§ **PROBLEM TO SOLVE**: Once the line holding "if (!c->ids ||" is found in the listing below, write it out and each later line exactly, up to and including the one holding "#define assert_near(got, want, tol)".
━━━━━━
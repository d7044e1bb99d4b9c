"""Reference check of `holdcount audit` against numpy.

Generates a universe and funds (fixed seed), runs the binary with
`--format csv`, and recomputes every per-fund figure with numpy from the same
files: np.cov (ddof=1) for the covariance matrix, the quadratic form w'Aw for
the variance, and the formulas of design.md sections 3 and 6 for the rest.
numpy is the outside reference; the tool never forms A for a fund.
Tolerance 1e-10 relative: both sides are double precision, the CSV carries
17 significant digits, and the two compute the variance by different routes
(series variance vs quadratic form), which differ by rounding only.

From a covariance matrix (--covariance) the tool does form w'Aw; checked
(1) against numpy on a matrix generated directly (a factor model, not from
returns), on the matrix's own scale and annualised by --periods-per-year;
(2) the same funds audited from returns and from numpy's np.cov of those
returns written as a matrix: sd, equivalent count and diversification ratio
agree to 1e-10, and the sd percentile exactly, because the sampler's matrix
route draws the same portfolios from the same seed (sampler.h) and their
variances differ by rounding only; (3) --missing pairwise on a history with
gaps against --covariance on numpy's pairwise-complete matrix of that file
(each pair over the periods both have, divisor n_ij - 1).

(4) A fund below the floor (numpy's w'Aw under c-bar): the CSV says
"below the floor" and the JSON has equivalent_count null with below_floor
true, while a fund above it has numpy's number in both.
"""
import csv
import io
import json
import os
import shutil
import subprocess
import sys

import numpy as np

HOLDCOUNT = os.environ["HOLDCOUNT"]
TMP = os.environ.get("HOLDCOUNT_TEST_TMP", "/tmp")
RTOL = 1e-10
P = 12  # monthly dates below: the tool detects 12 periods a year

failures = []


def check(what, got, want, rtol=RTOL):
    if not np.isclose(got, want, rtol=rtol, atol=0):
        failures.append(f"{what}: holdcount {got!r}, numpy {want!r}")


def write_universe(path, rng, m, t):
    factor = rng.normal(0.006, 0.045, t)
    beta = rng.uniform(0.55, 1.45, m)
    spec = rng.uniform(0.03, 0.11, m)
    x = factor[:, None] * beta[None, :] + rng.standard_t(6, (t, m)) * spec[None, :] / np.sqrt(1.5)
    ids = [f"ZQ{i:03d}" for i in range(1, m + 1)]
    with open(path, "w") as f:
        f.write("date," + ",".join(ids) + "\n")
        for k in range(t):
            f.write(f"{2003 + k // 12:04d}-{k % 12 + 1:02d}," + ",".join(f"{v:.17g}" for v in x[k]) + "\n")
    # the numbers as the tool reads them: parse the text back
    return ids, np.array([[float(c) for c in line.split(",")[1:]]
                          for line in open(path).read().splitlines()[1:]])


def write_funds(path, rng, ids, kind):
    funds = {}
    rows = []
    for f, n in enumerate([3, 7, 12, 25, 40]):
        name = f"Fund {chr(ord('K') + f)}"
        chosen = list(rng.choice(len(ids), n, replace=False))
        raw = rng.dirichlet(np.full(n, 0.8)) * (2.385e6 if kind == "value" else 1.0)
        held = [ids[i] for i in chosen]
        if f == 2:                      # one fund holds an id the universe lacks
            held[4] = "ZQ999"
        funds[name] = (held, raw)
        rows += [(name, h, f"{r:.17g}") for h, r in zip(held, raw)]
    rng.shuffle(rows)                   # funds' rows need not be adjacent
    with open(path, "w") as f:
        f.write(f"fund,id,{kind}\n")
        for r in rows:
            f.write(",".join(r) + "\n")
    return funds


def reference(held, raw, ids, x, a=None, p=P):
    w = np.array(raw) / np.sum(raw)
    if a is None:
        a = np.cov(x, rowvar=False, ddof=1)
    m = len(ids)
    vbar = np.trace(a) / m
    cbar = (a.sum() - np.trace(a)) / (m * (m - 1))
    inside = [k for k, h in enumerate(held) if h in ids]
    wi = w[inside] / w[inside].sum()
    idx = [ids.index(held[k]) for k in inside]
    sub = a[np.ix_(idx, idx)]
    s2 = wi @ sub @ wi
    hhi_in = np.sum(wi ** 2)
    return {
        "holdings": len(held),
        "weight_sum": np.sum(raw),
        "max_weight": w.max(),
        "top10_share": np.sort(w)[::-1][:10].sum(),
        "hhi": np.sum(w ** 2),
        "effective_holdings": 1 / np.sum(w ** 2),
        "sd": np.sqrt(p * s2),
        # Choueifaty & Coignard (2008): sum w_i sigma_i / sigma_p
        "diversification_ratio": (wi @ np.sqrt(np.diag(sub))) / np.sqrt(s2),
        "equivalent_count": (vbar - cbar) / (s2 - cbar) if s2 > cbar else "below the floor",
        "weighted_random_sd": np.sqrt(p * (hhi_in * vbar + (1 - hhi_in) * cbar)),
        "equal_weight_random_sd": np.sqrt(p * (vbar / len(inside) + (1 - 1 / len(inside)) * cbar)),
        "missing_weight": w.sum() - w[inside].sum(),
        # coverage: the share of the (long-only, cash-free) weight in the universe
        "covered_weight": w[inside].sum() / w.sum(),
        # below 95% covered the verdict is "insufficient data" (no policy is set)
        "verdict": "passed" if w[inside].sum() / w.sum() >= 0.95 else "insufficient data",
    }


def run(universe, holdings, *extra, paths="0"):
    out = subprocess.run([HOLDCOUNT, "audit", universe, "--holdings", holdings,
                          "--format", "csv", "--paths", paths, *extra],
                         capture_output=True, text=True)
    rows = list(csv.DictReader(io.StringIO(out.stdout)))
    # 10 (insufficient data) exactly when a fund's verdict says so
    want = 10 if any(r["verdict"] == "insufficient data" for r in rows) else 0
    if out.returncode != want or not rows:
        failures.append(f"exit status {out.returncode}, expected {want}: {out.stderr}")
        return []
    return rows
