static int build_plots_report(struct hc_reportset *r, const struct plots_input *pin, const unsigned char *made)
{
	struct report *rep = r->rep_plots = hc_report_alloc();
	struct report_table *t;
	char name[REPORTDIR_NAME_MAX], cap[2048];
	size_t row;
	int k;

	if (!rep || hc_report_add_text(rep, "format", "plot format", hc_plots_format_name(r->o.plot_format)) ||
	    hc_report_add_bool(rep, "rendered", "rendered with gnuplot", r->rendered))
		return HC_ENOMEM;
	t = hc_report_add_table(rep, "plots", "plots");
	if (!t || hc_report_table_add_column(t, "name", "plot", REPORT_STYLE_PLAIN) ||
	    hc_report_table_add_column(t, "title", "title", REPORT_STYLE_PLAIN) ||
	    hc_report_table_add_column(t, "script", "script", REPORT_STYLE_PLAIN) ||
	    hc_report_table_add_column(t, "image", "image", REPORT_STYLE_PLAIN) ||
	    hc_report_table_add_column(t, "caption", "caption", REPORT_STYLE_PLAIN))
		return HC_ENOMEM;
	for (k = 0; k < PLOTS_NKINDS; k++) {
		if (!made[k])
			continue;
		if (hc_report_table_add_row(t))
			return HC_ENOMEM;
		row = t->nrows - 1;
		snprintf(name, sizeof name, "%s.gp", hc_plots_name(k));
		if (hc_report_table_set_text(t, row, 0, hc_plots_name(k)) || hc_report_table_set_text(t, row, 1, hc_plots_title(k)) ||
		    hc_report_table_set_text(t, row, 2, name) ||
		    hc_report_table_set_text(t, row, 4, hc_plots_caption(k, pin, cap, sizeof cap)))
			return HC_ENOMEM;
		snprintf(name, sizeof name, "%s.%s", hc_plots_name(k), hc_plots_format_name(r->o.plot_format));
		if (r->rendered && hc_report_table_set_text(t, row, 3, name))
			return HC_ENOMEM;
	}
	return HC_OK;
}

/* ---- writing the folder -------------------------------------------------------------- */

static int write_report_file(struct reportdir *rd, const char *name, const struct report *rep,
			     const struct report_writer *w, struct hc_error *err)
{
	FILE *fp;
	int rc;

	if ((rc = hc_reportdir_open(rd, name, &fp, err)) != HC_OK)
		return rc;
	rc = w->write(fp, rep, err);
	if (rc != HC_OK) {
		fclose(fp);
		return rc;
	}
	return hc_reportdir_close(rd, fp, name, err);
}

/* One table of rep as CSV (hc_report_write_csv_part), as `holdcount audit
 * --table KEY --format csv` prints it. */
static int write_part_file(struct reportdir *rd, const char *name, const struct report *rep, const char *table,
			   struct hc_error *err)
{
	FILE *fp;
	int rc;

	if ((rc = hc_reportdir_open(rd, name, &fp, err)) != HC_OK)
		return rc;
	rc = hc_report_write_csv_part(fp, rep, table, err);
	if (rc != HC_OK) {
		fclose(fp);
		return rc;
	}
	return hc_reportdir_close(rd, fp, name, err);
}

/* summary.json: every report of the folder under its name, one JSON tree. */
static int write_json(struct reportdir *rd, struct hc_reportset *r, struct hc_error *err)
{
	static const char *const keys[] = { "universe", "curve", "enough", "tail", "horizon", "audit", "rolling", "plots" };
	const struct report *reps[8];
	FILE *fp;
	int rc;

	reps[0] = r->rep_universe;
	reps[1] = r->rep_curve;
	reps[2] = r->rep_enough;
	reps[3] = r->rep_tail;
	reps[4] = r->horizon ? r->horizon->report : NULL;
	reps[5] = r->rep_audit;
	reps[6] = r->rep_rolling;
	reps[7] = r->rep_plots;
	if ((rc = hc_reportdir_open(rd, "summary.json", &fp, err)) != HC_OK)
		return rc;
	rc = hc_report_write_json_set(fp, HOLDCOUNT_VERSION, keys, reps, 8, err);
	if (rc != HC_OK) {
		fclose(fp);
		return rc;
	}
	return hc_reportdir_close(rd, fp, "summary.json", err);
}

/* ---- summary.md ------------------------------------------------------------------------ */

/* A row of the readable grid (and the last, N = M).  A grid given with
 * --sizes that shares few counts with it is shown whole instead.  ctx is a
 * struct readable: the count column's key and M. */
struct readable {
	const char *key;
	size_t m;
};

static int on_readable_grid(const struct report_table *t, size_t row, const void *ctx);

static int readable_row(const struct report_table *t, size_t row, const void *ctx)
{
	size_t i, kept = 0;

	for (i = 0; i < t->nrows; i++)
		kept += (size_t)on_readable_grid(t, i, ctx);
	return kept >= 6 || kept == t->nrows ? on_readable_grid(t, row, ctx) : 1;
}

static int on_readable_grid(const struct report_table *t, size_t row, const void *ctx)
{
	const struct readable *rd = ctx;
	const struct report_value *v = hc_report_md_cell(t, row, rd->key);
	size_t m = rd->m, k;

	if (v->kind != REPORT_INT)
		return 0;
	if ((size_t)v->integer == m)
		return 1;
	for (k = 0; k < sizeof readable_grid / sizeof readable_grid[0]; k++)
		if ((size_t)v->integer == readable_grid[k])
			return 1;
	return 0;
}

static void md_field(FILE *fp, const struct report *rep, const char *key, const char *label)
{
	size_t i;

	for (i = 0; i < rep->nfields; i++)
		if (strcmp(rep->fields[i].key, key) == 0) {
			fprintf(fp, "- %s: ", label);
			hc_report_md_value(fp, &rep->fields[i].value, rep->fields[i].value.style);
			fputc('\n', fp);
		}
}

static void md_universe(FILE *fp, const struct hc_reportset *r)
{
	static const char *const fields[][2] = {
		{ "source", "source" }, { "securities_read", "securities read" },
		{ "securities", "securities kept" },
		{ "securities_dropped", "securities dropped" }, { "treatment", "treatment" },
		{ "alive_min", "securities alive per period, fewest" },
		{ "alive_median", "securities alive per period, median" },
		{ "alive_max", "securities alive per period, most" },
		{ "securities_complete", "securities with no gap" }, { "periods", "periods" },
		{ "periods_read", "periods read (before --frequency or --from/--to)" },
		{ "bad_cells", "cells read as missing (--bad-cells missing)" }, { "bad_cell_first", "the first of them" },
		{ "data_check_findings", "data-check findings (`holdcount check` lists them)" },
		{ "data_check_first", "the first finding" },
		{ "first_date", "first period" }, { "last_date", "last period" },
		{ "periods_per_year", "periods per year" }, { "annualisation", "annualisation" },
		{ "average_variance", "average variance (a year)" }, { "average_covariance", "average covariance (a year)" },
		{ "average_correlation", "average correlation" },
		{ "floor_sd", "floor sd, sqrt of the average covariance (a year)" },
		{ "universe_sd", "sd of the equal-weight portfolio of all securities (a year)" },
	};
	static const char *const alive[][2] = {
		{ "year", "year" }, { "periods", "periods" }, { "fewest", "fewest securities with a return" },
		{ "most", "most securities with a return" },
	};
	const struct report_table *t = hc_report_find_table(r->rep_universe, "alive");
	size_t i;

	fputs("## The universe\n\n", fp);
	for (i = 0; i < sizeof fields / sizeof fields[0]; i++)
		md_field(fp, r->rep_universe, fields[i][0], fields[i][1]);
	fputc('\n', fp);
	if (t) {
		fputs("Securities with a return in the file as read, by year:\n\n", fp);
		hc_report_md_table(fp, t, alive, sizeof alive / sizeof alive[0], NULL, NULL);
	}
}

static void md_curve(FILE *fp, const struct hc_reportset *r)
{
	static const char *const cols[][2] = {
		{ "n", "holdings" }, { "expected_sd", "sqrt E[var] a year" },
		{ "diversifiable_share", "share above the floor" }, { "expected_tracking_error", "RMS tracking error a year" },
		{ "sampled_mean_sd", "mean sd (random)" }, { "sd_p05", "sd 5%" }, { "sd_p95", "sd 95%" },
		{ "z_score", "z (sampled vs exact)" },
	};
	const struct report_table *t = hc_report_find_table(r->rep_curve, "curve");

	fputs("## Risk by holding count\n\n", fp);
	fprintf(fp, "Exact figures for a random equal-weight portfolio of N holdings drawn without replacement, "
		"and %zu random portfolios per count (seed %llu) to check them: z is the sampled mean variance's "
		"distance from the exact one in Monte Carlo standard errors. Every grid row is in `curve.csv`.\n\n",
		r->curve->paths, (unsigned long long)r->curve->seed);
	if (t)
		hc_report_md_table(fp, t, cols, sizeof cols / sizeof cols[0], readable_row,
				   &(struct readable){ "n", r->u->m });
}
━━━━━━
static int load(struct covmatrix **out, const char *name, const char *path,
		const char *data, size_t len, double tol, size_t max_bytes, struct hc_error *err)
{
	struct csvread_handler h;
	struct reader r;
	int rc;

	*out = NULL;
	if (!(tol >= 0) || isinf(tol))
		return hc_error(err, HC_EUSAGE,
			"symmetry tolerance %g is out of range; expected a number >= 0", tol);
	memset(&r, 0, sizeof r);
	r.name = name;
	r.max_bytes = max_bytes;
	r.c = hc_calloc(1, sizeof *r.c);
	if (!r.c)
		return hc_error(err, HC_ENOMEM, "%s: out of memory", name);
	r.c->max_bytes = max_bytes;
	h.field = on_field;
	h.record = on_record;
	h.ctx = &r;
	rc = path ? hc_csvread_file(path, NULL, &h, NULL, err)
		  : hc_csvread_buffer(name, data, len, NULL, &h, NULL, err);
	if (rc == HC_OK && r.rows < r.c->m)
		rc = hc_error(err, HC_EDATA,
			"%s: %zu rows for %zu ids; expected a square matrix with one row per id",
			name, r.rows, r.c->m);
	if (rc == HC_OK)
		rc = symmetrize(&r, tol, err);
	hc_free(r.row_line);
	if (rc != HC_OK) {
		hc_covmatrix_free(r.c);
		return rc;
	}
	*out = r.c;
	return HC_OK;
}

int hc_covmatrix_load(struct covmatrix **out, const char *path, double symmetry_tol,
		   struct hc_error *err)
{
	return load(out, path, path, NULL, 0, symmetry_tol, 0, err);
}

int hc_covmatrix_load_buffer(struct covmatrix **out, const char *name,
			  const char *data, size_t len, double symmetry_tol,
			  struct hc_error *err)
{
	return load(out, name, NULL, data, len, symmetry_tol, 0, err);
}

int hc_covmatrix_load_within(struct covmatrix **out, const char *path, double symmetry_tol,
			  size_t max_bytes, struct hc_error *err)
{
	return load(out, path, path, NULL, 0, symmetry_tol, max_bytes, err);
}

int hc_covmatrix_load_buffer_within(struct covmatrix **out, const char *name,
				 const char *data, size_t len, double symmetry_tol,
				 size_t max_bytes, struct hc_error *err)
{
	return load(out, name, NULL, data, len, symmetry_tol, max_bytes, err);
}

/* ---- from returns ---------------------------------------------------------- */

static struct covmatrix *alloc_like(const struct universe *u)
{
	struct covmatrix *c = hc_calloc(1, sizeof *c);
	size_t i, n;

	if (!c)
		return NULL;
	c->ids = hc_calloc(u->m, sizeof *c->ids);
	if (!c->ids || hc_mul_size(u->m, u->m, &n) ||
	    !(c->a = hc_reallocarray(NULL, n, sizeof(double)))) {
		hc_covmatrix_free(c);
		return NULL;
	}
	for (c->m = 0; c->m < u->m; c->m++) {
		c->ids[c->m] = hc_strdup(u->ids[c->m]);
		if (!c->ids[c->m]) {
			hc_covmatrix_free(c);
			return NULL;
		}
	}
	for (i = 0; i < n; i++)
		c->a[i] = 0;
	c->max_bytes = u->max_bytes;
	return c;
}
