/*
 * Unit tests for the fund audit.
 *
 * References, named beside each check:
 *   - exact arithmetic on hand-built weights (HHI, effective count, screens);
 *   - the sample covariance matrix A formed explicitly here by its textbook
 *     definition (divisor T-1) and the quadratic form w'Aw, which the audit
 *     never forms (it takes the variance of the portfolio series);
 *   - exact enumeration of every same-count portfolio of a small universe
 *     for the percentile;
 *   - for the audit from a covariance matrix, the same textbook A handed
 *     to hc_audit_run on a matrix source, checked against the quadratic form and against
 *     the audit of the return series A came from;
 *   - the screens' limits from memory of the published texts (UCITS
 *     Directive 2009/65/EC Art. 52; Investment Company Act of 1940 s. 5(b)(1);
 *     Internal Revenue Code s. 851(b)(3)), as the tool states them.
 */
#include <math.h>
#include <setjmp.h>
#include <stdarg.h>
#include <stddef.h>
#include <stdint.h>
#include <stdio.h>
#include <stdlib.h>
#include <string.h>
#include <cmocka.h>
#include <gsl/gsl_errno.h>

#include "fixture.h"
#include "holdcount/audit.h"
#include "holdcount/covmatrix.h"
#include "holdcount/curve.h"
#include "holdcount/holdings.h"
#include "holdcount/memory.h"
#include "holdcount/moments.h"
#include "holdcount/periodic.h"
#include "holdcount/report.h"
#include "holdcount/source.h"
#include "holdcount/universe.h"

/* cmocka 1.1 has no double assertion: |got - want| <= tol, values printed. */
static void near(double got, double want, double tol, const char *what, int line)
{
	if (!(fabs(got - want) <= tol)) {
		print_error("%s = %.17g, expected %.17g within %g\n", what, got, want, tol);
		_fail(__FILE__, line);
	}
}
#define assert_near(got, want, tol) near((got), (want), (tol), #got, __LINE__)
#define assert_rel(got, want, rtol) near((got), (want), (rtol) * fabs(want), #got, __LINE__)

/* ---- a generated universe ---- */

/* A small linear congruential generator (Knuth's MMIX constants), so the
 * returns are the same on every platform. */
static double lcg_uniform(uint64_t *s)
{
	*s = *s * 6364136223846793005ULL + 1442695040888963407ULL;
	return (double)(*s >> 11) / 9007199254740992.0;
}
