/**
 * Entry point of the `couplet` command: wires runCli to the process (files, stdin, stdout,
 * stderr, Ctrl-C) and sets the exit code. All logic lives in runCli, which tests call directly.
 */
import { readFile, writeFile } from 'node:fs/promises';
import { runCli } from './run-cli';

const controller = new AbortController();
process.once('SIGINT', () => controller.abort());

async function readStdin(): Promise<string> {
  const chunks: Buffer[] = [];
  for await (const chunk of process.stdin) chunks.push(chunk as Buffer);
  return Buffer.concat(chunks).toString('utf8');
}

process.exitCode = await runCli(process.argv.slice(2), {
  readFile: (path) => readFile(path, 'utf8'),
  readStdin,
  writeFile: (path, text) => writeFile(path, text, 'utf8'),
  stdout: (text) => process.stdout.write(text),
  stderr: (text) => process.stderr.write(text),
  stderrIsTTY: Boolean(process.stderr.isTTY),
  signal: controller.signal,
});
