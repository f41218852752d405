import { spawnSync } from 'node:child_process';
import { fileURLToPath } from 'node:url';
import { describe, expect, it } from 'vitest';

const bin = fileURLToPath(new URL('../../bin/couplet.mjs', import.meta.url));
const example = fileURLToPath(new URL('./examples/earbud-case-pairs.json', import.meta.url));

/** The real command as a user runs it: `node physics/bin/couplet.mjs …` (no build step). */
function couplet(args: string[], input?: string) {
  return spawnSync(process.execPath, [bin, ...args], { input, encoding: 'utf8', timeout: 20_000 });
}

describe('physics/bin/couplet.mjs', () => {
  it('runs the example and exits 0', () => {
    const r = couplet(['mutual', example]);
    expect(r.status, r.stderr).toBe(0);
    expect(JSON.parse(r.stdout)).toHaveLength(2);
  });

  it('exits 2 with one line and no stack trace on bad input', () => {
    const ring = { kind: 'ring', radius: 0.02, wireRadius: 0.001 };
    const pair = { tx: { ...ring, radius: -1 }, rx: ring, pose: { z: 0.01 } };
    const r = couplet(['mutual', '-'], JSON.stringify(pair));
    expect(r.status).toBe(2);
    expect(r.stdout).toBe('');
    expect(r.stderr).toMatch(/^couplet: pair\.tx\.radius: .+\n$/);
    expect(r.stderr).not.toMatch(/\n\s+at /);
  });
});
━━━━━━
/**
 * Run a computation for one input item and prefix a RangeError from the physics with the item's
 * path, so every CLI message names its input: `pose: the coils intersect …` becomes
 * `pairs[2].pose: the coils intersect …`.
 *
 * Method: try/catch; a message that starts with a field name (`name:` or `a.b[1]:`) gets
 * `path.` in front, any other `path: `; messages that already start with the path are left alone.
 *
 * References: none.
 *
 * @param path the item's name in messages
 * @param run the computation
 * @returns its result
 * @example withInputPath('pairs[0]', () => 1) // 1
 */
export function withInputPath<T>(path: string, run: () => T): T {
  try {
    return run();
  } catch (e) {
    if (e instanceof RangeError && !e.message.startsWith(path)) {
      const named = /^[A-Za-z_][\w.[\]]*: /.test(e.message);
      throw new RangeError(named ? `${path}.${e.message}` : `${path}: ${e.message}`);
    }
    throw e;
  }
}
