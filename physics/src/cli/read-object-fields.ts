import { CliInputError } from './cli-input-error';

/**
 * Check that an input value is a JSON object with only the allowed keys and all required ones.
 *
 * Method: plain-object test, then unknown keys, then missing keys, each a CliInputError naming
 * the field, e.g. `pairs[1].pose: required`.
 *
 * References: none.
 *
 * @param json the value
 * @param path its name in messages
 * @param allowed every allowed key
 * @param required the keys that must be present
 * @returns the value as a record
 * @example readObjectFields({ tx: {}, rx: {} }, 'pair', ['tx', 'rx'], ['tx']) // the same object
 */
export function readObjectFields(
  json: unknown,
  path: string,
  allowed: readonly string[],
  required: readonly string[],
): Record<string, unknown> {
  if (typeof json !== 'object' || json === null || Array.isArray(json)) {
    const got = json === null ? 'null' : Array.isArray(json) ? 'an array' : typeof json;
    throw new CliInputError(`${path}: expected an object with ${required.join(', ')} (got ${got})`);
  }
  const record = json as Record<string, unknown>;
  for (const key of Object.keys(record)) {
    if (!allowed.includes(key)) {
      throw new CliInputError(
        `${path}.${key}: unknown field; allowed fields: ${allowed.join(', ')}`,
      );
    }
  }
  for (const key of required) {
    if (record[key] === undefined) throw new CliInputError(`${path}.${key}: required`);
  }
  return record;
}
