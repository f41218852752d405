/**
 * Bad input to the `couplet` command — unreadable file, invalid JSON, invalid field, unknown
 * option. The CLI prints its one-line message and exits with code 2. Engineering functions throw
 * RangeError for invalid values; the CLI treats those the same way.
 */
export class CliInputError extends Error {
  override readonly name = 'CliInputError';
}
━━━━━━
§ **EXPECTED ANSWER**:
	if (!c->ids || hc_mul_size(u->m, u->m, &n) ||
	    !(c->a = hc_reallocarray(NULL, n, sizeof(double)))) {
		hc_covmatrix_free(c);
		return NULL;
	}
	for (c->m = 0; c->m < u->m; c->m++) {
		c->ids[c->m] = hc_strdup(u->ids[c->m]);
		if (!c->ids[c->m]) {
			hc_covmatrix_free(c);
			return NULL;
		}
	}
	for (i = 0; i < n; i++)
		c->a[i] = 0;
	c->max_bytes = u->max_bytes;
	return c;
}
/*
 * Unit tests for the fund audit.
 *
 * References, named beside each check:
 *   - exact arithmetic on hand-built weights (HHI, effective count, screens);
 *   - the sample covariance matrix A formed explicitly here by its textbook
 *     definition (divisor T-1) and the quadratic form w'Aw, which the audit
 *     never forms (it takes the variance of the portfolio series);
 *   - exact enumeration of every same-count portfolio of a small universe
 *     for the percentile;
 *   - for the audit from a covariance matrix, the same textbook A handed
 *     to hc_audit_run on a matrix source, checked against the quadratic form and against
 *     the audit of the return series A came from;
 *   - the screens' limits from memory of the published texts (UCITS
 *     Directive 2009/65/EC Art. 52; Investment Company Act of 1940 s. 5(b)(1);
 *     Internal Revenue Code s. 851(b)(3)), as the tool states them.
 */
#include <math.h>
#include <setjmp.h>
#include <stdarg.h>
#include <stddef.h>
#include <stdint.h>
#include <stdio.h>
#include <stdlib.h>
#include <string.h>
#include <cmocka.h>
#include <gsl/gsl_errno.h>

#include "fixture.h"
#include "holdcount/audit.h"
#include "holdcount/covmatrix.h"
#include "holdcount/curve.h"
#include "holdcount/holdings.h"
#include "holdcount/memory.h"
#include "holdcount/moments.h"
#include "holdcount/periodic.h"
#include "holdcount/report.h"
#include "holdcount/source.h"
#include "holdcount/universe.h"

/* cmocka 1.1 has no double assertion: |got - want| <= tol, values printed. */
static void near(double got, double want, double tol, const char *what, int line)
{
	if (!(fabs(got - want) <= tol)) {
		print_error("%s = %.17g, expected %.17g within %g\n", what, got, want, tol);
		_fail(__FILE__, line);
	}
}
#define assert_near(got, want, tol) near((got), (want), (tol), #got, __LINE__)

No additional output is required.